Viele Deutsche hatten begonnen, in der japanischen Gesellschaft zu arbeiten, wo ihnen Berichten zufolge faire Löhne gezahlt wurden. Bis zur Repatriierung der Deutschen in den Jahren 1920 und 1921 waren daher starke Bindungen zur lokalen Gemeinschaft entstanden. Die Deutschen und ihre Auftritte sowie der kulturelle Austausch hinterließen Spuren in der japanischen Gesellschaft.

Nachdem die Gefangenen repatriiert worden waren, begannen die Menschen in Tokushima eine Tradition, am Silvesterabend die neunte Symphonie zu ihrem Gedenken zu spielen. Diese Tradition verbreitete sich im ganzen Land und Beethovens Musik wird in jeder Stadt im ganzen Land gespielt, um das Ende des Jahres zu feiern. Beethovens Neunte stand im Mittelpunkt historischer und volkstümlicher Studien nicht nur der Gefangenen in Japan, sondern auch der kollektiven Erinnerung Japans an den Ersten Weltkrieg.

- Murphy, Mahon. "Brücken, Beethoven und Baumkuchen: Deutsche und österreichisch-ungarische Kriegsgefangene und die japanische Heimatfront." Andere Fronten, andere Kriege? Studien zum Ersten Weltkrieg am Vorabend der Hundertjahrfeier (2014).

Dies begründete die Tradition, Beethovens Neunte aufzuführen, um das japanische Neujahr einzuläuten .

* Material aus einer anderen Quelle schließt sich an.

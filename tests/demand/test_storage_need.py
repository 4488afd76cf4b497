"""Limits of the storage-need functions that the published and property tests do not reach."""

import numpy as np
import pytest

from evenfire.demand.storage_need import shortfall_kg, storage_need, storage_need_at
from evenfire.errors import RecordError


@pytest.mark.parametrize("flow", [[], [1.0, -0.1], [1.0, np.nan], [np.inf], [[1.0]]])
def test_unusable_flow_is_refused(flow):
    """Empty, negative, missing, infinite and two-dimensional flows are no record."""
    with pytest.raises(RecordError, match="R120"):
        storage_need(np.array(flow), 60.0)


def test_all_wrong_arguments_are_named_at_once():
    """Step and capacity are checked together."""
    with pytest.raises(RecordError, match=r"step_s.*\n.*capacity"):
        storage_need_at(np.ones(3), 0.0, -1.0)


def test_negative_store_is_refused():
    """A store cannot be negative."""
    with pytest.raises(RecordError, match="storage_kg: found -1 kg"):
        shortfall_kg(np.ones(3), 60.0, 0.5, -1.0, 1.0)


def test_steady_demand_needs_no_storage():
    """Mean and peak are the same: one breakpoint, nothing to store."""
    need = storage_need(np.full(100_000, 1.1), 60.0)
    assert need.pieces == ()
    assert need.storage_kg.tolist() == [0.0]


def test_capacity_above_the_peak_has_an_empty_interval():
    """The interval of no need is empty, not a step that happens to be first."""
    piece = storage_need_at(np.array([1.0, 2.0]), 60.0, 2.0)
    assert (piece.energy_kg, piece.duration_s, piece.last_step - piece.first_step) == (0.0, 0.0, -1)


def test_slow_release_leaves_steam_unmet_however_large_the_store():
    """2 kg/s lacking for two steps with a release of 1.5 kg/s: 0.5 kg/s short for 120 s."""
    assert shortfall_kg(np.array([1.0, 3.0, 3.0]), 60.0, 1.0, 1e6, 1.5) == pytest.approx(60.0)


def test_long_record_stays_exact():
    """120 000 steps of a square wave: rounding adds neither pieces nor steam."""
    need = storage_need(np.tile([12.0, 4.0, 4.0, 4.0], 30_000) / 3.6, 3600.0)
    assert len(need.pieces) == 1
    assert need.storage_kg[0] == pytest.approx(6000.0, rel=1e-9)
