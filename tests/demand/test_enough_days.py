"""Adding typical days until stated errors are met."""

import datetime as dt
from dataclasses import fields, replace
from pathlib import Path

import numpy as np
import pytest

from evenfire.demand.enough_days import DayTolerances, enough_typical_days
from evenfire.demand.read import demand_record
from evenfire.demand.series import DemandRecord
from evenfire.demand.typical_days import typical_days
from evenfire.errors import RecordError
from tests.demand.record_files import form

CANNERY = Path(__file__).parents[2] / "cases" / "cannery" / "steam.csv.gz"
NONE = DayTolerances(energy=0.0, duration_curve=0.0, peak_steam=0.0, peak_time=0.0, cost=0.0)
ANY = DayTolerances(energy=9.0, duration_curve=9.0, peak_steam=9.0, peak_time=9.0)


@pytest.fixture(scope="module")
def cannery():
    """The invented cannery's record."""
    return demand_record(CANNERY, form(flow_column="steam_kg_h"))


def test_loose_tolerances_give_the_plain_typical_days(cannery):
    """Nothing is added where nothing is asked."""
    found = enough_typical_days(cannery, 900.0, 2.0, ANY, 10)
    plain = typical_days(cannery, 900.0)
    assert found.met
    assert [(d.name, d.date, d.days_per_year) for d in found.days.days] == [
        (d.name, d.date, d.days_per_year) for d in plain.days
    ]


def test_errors_fall_within_their_tolerances(cannery):
    """Days are added, fewer than there are, until every error is small enough."""
    tolerances = DayTolerances(energy=0.002, duration_curve=0.02, peak_steam=0.05, peak_time=0.05)
    found = enough_typical_days(cannery, 900.0, 2.0, tolerances, 56)
    assert found.met
    assert 5 < len(found.days.days) < 56
    for name in ("energy", "duration_curve", "peak_steam", "peak_time"):
        assert abs(getattr(found.errors, name)) <= getattr(tolerances, name)
    assert sum(day.days_per_year for day in found.days.days) == pytest.approx(365.0, rel=1e-12)


def test_errors_are_those_of_the_weighted_days(cannery):
    """Energy and peaks recomputed from the days that came back."""
    found = enough_typical_days(cannery, 900.0, 2.0, ANY, 10)
    whole = cannery.flow_kg_s.reshape(-1, 15).mean(axis=1)
    weights = [day.days_per_year / 365.0 for day in found.days.days]
    flows = [day.flow_kg_s for day in found.days.days]
    energy = sum(w * f.mean() for w, f in zip(weights, flows, strict=True)) / whole.mean() - 1.0
    above = sum(w * np.maximum(f - 2.0, 0.0).mean() for w, f in zip(weights, flows, strict=True))
    assert found.errors.energy == pytest.approx(energy, abs=1e-12)
    assert found.errors.peak_steam == pytest.approx(above / np.maximum(whole - 2.0, 0.0).mean() - 1.0)


def test_every_day_of_its_own_leaves_no_error(cannery):
    """With all 56 days nothing is lost, and no tolerance of zero stops it earlier."""
    found = enough_typical_days(cannery, 900.0, 2.0, NONE, 56)
    assert len({day.date for day in found.days.days}) == len(found.days.days) == 56
    assert found.errors.energy == pytest.approx(0.0, abs=1e-12)
    assert found.errors.duration_curve == pytest.approx(0.0, abs=1e-12)


def test_too_few_days_are_said_to_be_too_few(cannery):
    """The limit on days is kept and the miss stated."""
    found = enough_typical_days(cannery, 900.0, 2.0, NONE, 8)
    assert not found.met
    assert len(found.days.days) == 8
    assert [count for count, _ in found.tried] == [5, 6, 7, 8]


def test_cost_error_is_asked_last_and_adds_days(cannery):
    """A cost comparison that asks for ten days gets ten; it is not called for days that fail before."""
    asked = []

    def cost_error(days):
        asked.append(len(days.days))
        return 0.01 if len(days.days) < 10 else -0.004

    tolerances = replace(ANY, energy=0.003)
    found = enough_typical_days(cannery, 900.0, 2.0, tolerances, 56, cost_error)
    assert found.met
    assert found.errors.cost == -0.004
    assert len(found.days.days) >= 10
    failed = [count for count, errors in found.tried if abs(errors.energy) > 0.003]
    assert not set(failed) & set(asked)


def test_days_of_one_kind_stand_for_that_kind_alone(cannery):
    """Names keep the kind; Sundays never stand for workdays."""
    found = enough_typical_days(cannery, 900.0, 2.0, NONE, 30)
    for day in found.days.days:
        if day.name.startswith("sunday"):
            assert day.date.weekday() == 6
        if day.name.startswith("workday"):
            assert day.date.weekday() < 5


def test_equal_days_need_no_splitting():
    """A record of equal weeks is exact with one day of each kind."""
    week = np.repeat([2.0, 2.0, 2.0, 2.0, 2.0, 1.0, 0.5], 24)
    record = DemandRecord(
        start=dt.datetime(2026, 2, 2), step_s=3600.0, flow_kg_s=np.tile(week, 4), source="test"
    )
    found = enough_typical_days(record, 3600.0, 1.5, DayTolerances(energy=1e-9, duration_curve=1e-9), 28)
    assert found.met
    assert len(found.days.days) == 4


def test_impossible_requests_are_refused(cannery):
    """Negative tolerances and too few days, all at once."""
    wrong = DayTolerances(**{field.name: -1.0 for field in fields(DayTolerances)})
    with pytest.raises(RecordError, match="found 3 days; allow at least 5") as refused:
        enough_typical_days(cannery, 900.0, 2.0, wrong, 3)
    assert len(refused.value.problems) == 6
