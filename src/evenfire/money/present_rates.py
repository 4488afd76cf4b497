"""Present cost per unit of a yearly quantity, and of one investment: what the plan's objective adds up."""

from __future__ import annotations

from dataclasses import dataclass

from evenfire.money.checks import require_sound
from evenfire.money.purchases import purchase_lines
from evenfire.money.terms import Finance, Investment, Prices
from evenfire.money.yearly_costs import discount_factors, running_unit_costs, tax_rate


@dataclass(frozen=True, slots=True, kw_only=True)
class PresentRates:
    """Present cost over the horizon, after tax, of one unit used in every year of operation."""

    fuel_per_j_lhv: float
    """Fuel alone; its carbon is ``carbon_per_kg`` [currency a/J]."""
    carbon_per_kg: float
    electricity_per_j: float
    water_per_kg: float
    unmet_steam_per_kg: float
    burner_starts: float
    """Per currency a year at the price date's prices [a]."""
    maintenance: float
    """Per currency a year at the price date's prices [a]."""


def present_rates(prices: Prices, finance: Finance) -> PresentRates:
    """Present cost over the horizon per unit of each yearly quantity.

    For an objective that is linear in yearly quantities. Quantity times rate, plus
    `investment_present_cost` of everything bought, is the present cost of the cash flow exactly.
    Formula: sum over years of price times discount factor, times one less the tax rate.

    Parameters
    ----------
    prices : Prices
        What the quantities cost and how that changes.
    finance : Finance
        Horizon, rates and tax.

    Returns
    -------
    PresentRates
        One rate for every quantity [currency per yearly unit].

    Raises
    ------
    MoneyError
        M101, M102, M103, M105, M106: all problems of the terms at once.

    References
    ----------
    Fuller and Petersen, NIST Handbook 135, 1996 edition (modified uniform present value factors).

    Examples
    --------
    >>> from evenfire.money.terms import Price
    >>> price = Price(amount=1.0, escalation=0.03)
    >>> rates = present_rates(
    ...     Prices(
    ...         fuel_per_j_lhv=price, carbon_per_kg=price, electricity_per_j=price, water_per_kg=price,
    ...         unmet_steam_per_kg=price, maintenance=price,
    ...     ),
    ...     Finance(
    ...         currency="EUR", price_date="2026-10", horizon_years=15, discount_rate=0.08, rate_basis="real"
    ...     ),
    ... )
    >>> rates.carbon_per_kg
    10.482592
    """
    require_sound(finance, prices=prices)
    factors = discount_factors(finance)
    kept = 1.0 - tax_rate(finance)
    rate = {line: kept * float(factors @ cost) for line, cost in running_unit_costs(prices, finance).items()}
    return PresentRates(
        fuel_per_j_lhv=rate["fuel"],
        carbon_per_kg=rate["carbon"],
        electricity_per_j=rate["electricity"],
        water_per_kg=rate["water"],
        unmet_steam_per_kg=rate["unmet steam"],
        burner_starts=rate["burner starts"],
        maintenance=rate["maintenance"],
    )


def investment_present_cost(investment: Investment, finance: Finance) -> float:
    """Present cost of one investment: purchase with contingency and replacements, less residual value.

    For the fixed cost of a thing in an objective; grant and tax count where the terms have them.
    It is proportional to the amount as long as no replacement or residual value is stated.

    Parameters
    ----------
    investment : Investment
        What is bought.
    finance : Finance
        Horizon, rates, contingency, inflation and tax.

    Returns
    -------
    float
        Present cost [currency].

    Raises
    ------
    MoneyError
        M101, M102, M104, M105, M106: all problems of the terms at once.

    Examples
    --------
    >>> investment_present_cost(
    ...     Investment(name="boiler", amount=100.0, life_years=20),
    ...     Finance(
    ...         currency="EUR", price_date="2026-10", horizon_years=10, discount_rate=0.03, rate_basis="real"
    ...     ),
    ... )  # 100 - 50 * 0.744094
    62.7953
    """
    require_sound(finance, investments=(investment,))
    factors = discount_factors(finance)
    return sum(float(factors @ amounts) for amounts in purchase_lines(investment, finance).values())
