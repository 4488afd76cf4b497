"""After how many years an alternative has earned back what it cost more than the reference."""

from __future__ import annotations

from dataclasses import dataclass

import numpy as np
from numpy.typing import NDArray

from evenfire.money.cash_flow import CashFlow
from evenfire.money.compare import yearly_saving
from evenfire.money.yearly_costs import discount_factors

FloatArray = NDArray[np.float64]

SAME = "same as the reference"
SAVES_AT_ONCE = "saves from the first day"
CHEAP_BUT_DEAR = "costs less to buy but more to run"
NEVER = "never pays back"
NEVER_DISCOUNTED = "never pays back at the discount rate"
ONLY_BY_RESIDUAL_VALUE = "pays back only by its residual value"
FALLS_BEHIND = "pays back, but a later outlay puts it behind again"

ROUNDING = 1e-12
"""Amounts below this share of all money that moves are rounding."""


@dataclass(frozen=True, slots=True, kw_only=True)
class PaybackResult:
    """Payback against the reference: numbers where they mean something, words where they do not."""

    simple_years: float | None
    discounted_years: float | None
    note: str
    """Empty where both numbers stand without reserve."""


def payback(reference: CashFlow, alternative: CashFlow) -> PaybackResult:
    """Simple and discounted payback of an alternative against the reference.

    For a first impression only: payback ignores everything after it, so choose by net present cost.
    Yearly savings are cumulated from year 0, as they are and discounted; payback is the first year in
    which the sum is no longer negative, linear inside that year.

    Parameters
    ----------
    reference, alternative : CashFlow
        Costs on the same basis, horizon, rate and currency.

    Returns
    -------
    PaybackResult
        Years, or None with a note: ``saves from the first day`` (costs no more to buy and less to
        run), ``costs less to buy but more to run``, ``never pays back`` (within the horizon),
        ``never pays back at the discount rate``, ``same as the reference``. A note beside numbers
        says that only the residual value pays back, or that a later outlay puts it behind again.

    Raises
    ------
    MoneyError
        M108 if the two cash flows are not on the same basis.

    Notes
    -----
    Savings follow price changes, replacements and, in the last year, the residual value. Inside a
    year the discounted saving is spread evenly; the other usual convention, the number of periods of
    an annuity, spreads the undiscounted one and differs in the fourth digit (5.0116 against 5.0111
    years for 100 000 that save 25 000 a year at 8 %).

    References
    ----------
    Fuller and Petersen, NIST Handbook 135, 1996 edition (simple and discounted payback).

    Examples
    --------
    >>> from evenfire.money.terms import Finance
    >>> finance = Finance(
    ...     currency="EUR", price_date="2026-10", horizon_years=15, discount_rate=0.08, rate_basis="nominal"
    ... )
    >>> today = CashFlow(finance=finance, lines={"fuel": np.array([0.0] + 15 * [60_000.0])})
    >>> storage = CashFlow(
    ...     finance=finance,
    ...     lines={
    ...         "investment": np.array([100_000.0] + 15 * [0.0]),
    ...         "fuel": np.array([0.0] + 15 * [35_000.0]),
    ...     },
    ... )
    >>> result = payback(today, storage)
    >>> result.simple_years, result.discounted_years
    (4.0, 5.011568)
    """
    saving = yearly_saving(reference, alternative)
    magnitude = np.abs(reference.yearly_total).sum() + np.abs(alternative.yearly_total).sum()
    noise = ROUNDING * float(magnitude)
    if np.all(np.abs(saving) <= noise):
        return PaybackResult(simple_years=None, discounted_years=None, note=SAME)
    running_saving = float((reference.yearly_running - alternative.yearly_running).sum())
    if saving[0] > noise and running_saving < -noise:
        return PaybackResult(simple_years=None, discounted_years=None, note=CHEAP_BUT_DEAR)
    if np.all(np.cumsum(saving) >= -noise):
        return PaybackResult(simple_years=None, discounted_years=None, note=SAVES_AT_ONCE)

    discounted_saving = saving * discount_factors(reference.finance)
    simple = _years_to_recover(saving, noise)
    discounted = _years_to_recover(discounted_saving, noise)
    if simple is None:
        note = NEVER
    elif discounted is None:
        note = NEVER_DISCOUNTED
    elif np.cumsum(discounted_saving)[-1] < -noise:
        note = FALLS_BEHIND
    elif _years_to_recover(_without_residual_value(reference, alternative), noise) is None:
        note = ONLY_BY_RESIDUAL_VALUE
    else:
        note = ""
    return PaybackResult(simple_years=simple, discounted_years=discounted, note=note)


def _without_residual_value(reference: CashFlow, alternative: CashFlow) -> FloatArray:
    residual = alternative.yearly("residual value") - reference.yearly("residual value")
    return (yearly_saving(reference, alternative) + residual) * discount_factors(reference.finance)


def _years_to_recover(saving: FloatArray, noise: float) -> float | None:
    cumulated = np.cumsum(saving)
    behind = cumulated < -noise
    if not behind.any():
        return 0.0
    outlay = int(np.argmax(behind))
    recovered = np.flatnonzero(cumulated[outlay:] >= -noise)
    if recovered.size == 0:
        return None
    year = outlay + int(recovered[0])
    return year - 1 + float(-cumulated[year - 1] / saving[year])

Mein Großvater war ein Gefangener in diesem Lager und spielte Geige im Orchester. Ich bin im Besitz einiger historischer Dokumente und Souvenirs darüber, die sich in seinen persönlichen Papieren und Effekten befanden, darunter eine Liste vieler seiner Mitgefangenen, und sogar die Geige, die er dort spielte. Sein Name war Ernest Baerwald, und er war einer der 63 Bando-Anhänger, die in Japan blieben, bis kurz vor Ausbruch des Zweiten Weltkriegs. Er und sein Bruder waren auch äußerst aktiv darin, vielen, vielen osteuropäischen Juden zu helfen, dem Nationalsozialismus durch Japan und dann normalerweise nach Shanghai und Mittelamerika zu entkommen. Faszination
@DavidBaerwald Dein Kommentar ist das Interessanteste, was ich seit langem im Internet gefunden habe.